Data for processing START

def merge_shards(
    plan: SweepPlan,
    shards: Sequence[SweepShard],
    chunks: Chunks,
    codec,
    text_source: str = "",
    elapsed_s: float | None = None,
) -> SweepResult:
    """The SweepResult of shards that together cover the planned text once (in any order): counts
    exactly the one-process sweep's, sums to float rounding. `codec` gives the provenance and token texts."""
    codec = opened(codec)
    shards = sorted(shards, key=lambda sh: sh.start_chunk)
    edge = 0
    for sh in shards:
        if sh.start_chunk != edge:
            raise ChunkscopeError(f"the shards of the sweep of {plan.codec_name} do not cover chunks {edge}..{sh.start_chunk} exactly once.")
        edge = sh.stop_chunk
        tokens = min(sh.stop_chunk * plan.chunk_size, plan.n_tokens) - sh.start_chunk * plan.chunk_size
        if len(sh.accumulators) != len(plan.settings.sigmas) or sh.wrong_counts.shape != (tokens, len(plan.settings.sigmas)):
            raise ChunkscopeError(f"the shard of chunks {sh.start_chunk}..{sh.stop_chunk} was not swept by this plan of "
                                  f"{plan.codec_name}: it holds other sigmas or other tokens.")
    if edge != plan.n_chunks:
        raise ChunkscopeError(f"the shards of the sweep of {plan.codec_name} stop at chunk {edge} of {plan.n_chunks}.")
    if chunks.text_sha256 != plan.text_sha256:
        raise SettingsError("the text given to merge is not the text the sweep was planned for.")
    settings, sigmas = plan.settings, plan.settings.sigmas
    accumulators = [SigmaAccumulator.from_state(st) for st in shards[0].accumulators]
    for sh in shards[1:]:
        for acc, st in zip(accumulators, sh.accumulators):
            acc.merge(SigmaAccumulator.from_state(st))
    if len(shards) == 1:
        wrong_counts, decoded = shards[0].wrong_counts, shards[0].decoded
    else:
        wrong_counts = np.empty((plan.n_tokens, len(sigmas)), dtype=shards[0].wrong_counts.dtype)
        decoded = np.empty((plan.n_tokens, len(sigmas)), dtype=shards[0].decoded.dtype)
        for sh in shards:
            t0 = sh.start_chunk * plan.chunk_size
            wrong_counts[t0 : t0 + len(sh.wrong_counts)] = sh.wrong_counts
            decoded[t0 : t0 + len(sh.decoded)] = sh.decoded
    if plan.latent_rms is not None:
        latent_rms = plan.latent_rms
    else:
        latent_rms = LatentScale(sum(sh.latent_sumsq for sh in shards), plan.n_chunks).latent_rms
    curves = [acc.compute() for acc in accumulators]
    tolerances, loss_tolerances = tolerances_of(sigmas, [c.token_accuracy for c in curves], plan.n_tokens)
    elapsed = elapsed_s if elapsed_s is not None else sum(sh.elapsed_s for sh in shards)
    decoded_chunks = sum(sh.decoded_chunks for sh in shards)
    prov = provenance(codec, chunks, settings, text_source)
    prov["elapsed_s"] = elapsed
    prov["decoded_chunks"] = decoded_chunks
    return SweepResult(
        settings=settings,
        provenance=prov,
        curves=curves,
        tolerances=tolerances,
        loss_tolerances=loss_tolerances,
        chunks=chunks,
        wrong_counts=wrong_counts,
        decoded=decoded,
        critical_sigma=critical_sigmas(sigmas, wrong_counts, settings.repeats),
        latent_rms=latent_rms,
        elapsed_s=elapsed,
        decoded_chunks=decoded_chunks,
        token_text=token_texts(codec.tokenizer, chunks.token_ids, decoded, vocab_size=codec.vocab_size),
    )


def run_sweep(
    codec,
    chunks: Chunks,
    settings: SweepSettings = SweepSettings(),
    progress: Progress | None = None,
    should_stop: ShouldStop | None = None,
    encoded: Encoded | None = None,
    text_source: str = "",
) -> SweepResult:
    """Sweep one codec over one text, in this process: plan, one shard, merge.
    Raises SweepCancelled (and returns nothing) if stopped."""
    started = time.perf_counter()
    codec = opened(codec)
    plan = plan_sweep(codec, chunks, settings, encoded=encoded, should_stop=should_stop)
    shard = sweep_shard(codec, chunks, plan, 0, plan.n_chunks, should_stop=should_stop, progress=progress, encoded=encoded)
    return merge_shards(plan, [shard], chunks, codec, text_source, elapsed_s=time.perf_counter() - started)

Data for processing END

Copy every record above exactly as it is.

def merge_shards(
    plan: SweepPlan,
    shards: Sequence[SweepShard],
    chunks: Chunks,
    codec,
    text_source: str = "",
    elapsed_s: float | None = None,
) -> SweepResult:
    """The SweepResult of shards that together cover the planned text once (in any order): counts
    exactly the one-process sweep's, sums to float rounding. `codec` gives the provenance and token texts."""
    codec = opened(codec)
    shards = sorted(shards, key=lambda sh: sh.start_chunk)
    edge = 0
    for sh in shards:
        if sh.start_chunk != edge:
            raise ChunkscopeError(f"the shards of the sweep of {plan.codec_name} do not cover chunks {edge}..{sh.start_chunk} exactly once.")
        edge = sh.stop_chunk
        tokens = min(sh.stop_chunk * plan.chunk_size, plan.n_tokens) - sh.start_chunk * plan.chunk_size
        if len(sh.accumulators) != len(plan.settings.sigmas) or sh.wrong_counts.shape != (tokens, len(plan.settings.sigmas)):
            raise ChunkscopeError(f"the shard of chunks {sh.start_chunk}..{sh.stop_chunk} was not swept by this plan of "
                                  f"{plan.codec_name}: it holds other sigmas or other tokens.")
    if edge != plan.n_chunks:
        raise ChunkscopeError(f"the shards of the sweep of {plan.codec_name} stop at chunk {edge} of {plan.n_chunks}.")
    if chunks.text_sha256 != plan.text_sha256:
        raise SettingsError("the text given to merge is not the text the sweep was planned for.")
    settings, sigmas = plan.settings, plan.settings.sigmas
    accumulators = [SigmaAccumulator.from_state(st) for st in shards[0].accumulators]
    for sh in shards[1:]:
        for acc, st in zip(accumulators, sh.accumulators):
            acc.merge(SigmaAccumulator.from_state(st))
    if len(shards) == 1:
        wrong_counts, decoded = shards[0].wrong_counts, shards[0].decoded
    else:
        wrong_counts = np.empty((plan.n_tokens, len(sigmas)), dtype=shards[0].wrong_counts.dtype)
        decoded = np.empty((plan.n_tokens, len(sigmas)), dtype=shards[0].decoded.dtype)
        for sh in shards:
            t0 = sh.start_chunk * plan.chunk_size
            wrong_counts[t0 : t0 + len(sh.wrong_counts)] = sh.wrong_counts
            decoded[t0 : t0 + len(sh.decoded)] = sh.decoded
    if plan.latent_rms is not None:
        latent_rms = plan.latent_rms
    else:
        latent_rms = LatentScale(sum(sh.latent_sumsq for sh in shards), plan.n_chunks).latent_rms
    curves = [acc.compute() for acc in accumulators]
    tolerances, loss_tolerances = tolerances_of(sigmas, [c.token_accuracy for c in curves], plan.n_tokens)
    elapsed = elapsed_s if elapsed_s is not None else sum(sh.elapsed_s for sh in shards)
    decoded_chunks = sum(sh.decoded_chunks for sh in shards)
    prov = provenance(codec, chunks, settings, text_source)
    prov["elapsed_s"] = elapsed
    prov["decoded_chunks"] = decoded_chunks
    return SweepResult(
        settings=settings,
        provenance=prov,
        curves=curves,
        tolerances=tolerances,
        loss_tolerances=loss_tolerances,
        chunks=chunks,
        wrong_counts=wrong_counts,
        decoded=decoded,
        critical_sigma=critical_sigmas(sigmas, wrong_counts, settings.repeats),
        latent_rms=latent_rms,
        elapsed_s=elapsed,
        decoded_chunks=decoded_chunks,
        token_text=token_texts(codec.tokenizer, chunks.token_ids, decoded, vocab_size=codec.vocab_size),
    )


def run_sweep(
    codec,
    chunks: Chunks,
    settings: SweepSettings = SweepSettings(),
    progress: Progress | None = None,
    should_stop: ShouldStop | None = None,
    encoded: Encoded | None = None,
    text_source: str = "",
) -> SweepResult:
    """Sweep one codec over one text, in this process: plan, one shard, merge.
    Raises SweepCancelled (and returns nothing) if stopped."""
    started = time.perf_counter()
    codec = opened(codec)
    plan = plan_sweep(codec, chunks, settings, encoded=encoded, should_stop=should_stop)
    shard = sweep_shard(codec, chunks, plan, 0, plan.n_chunks, should_stop=should_stop, progress=progress, encoded=encoded)
    return merge_shards(plan, [shard], chunks, codec, text_source, elapsed_s=time.perf_counter() - started)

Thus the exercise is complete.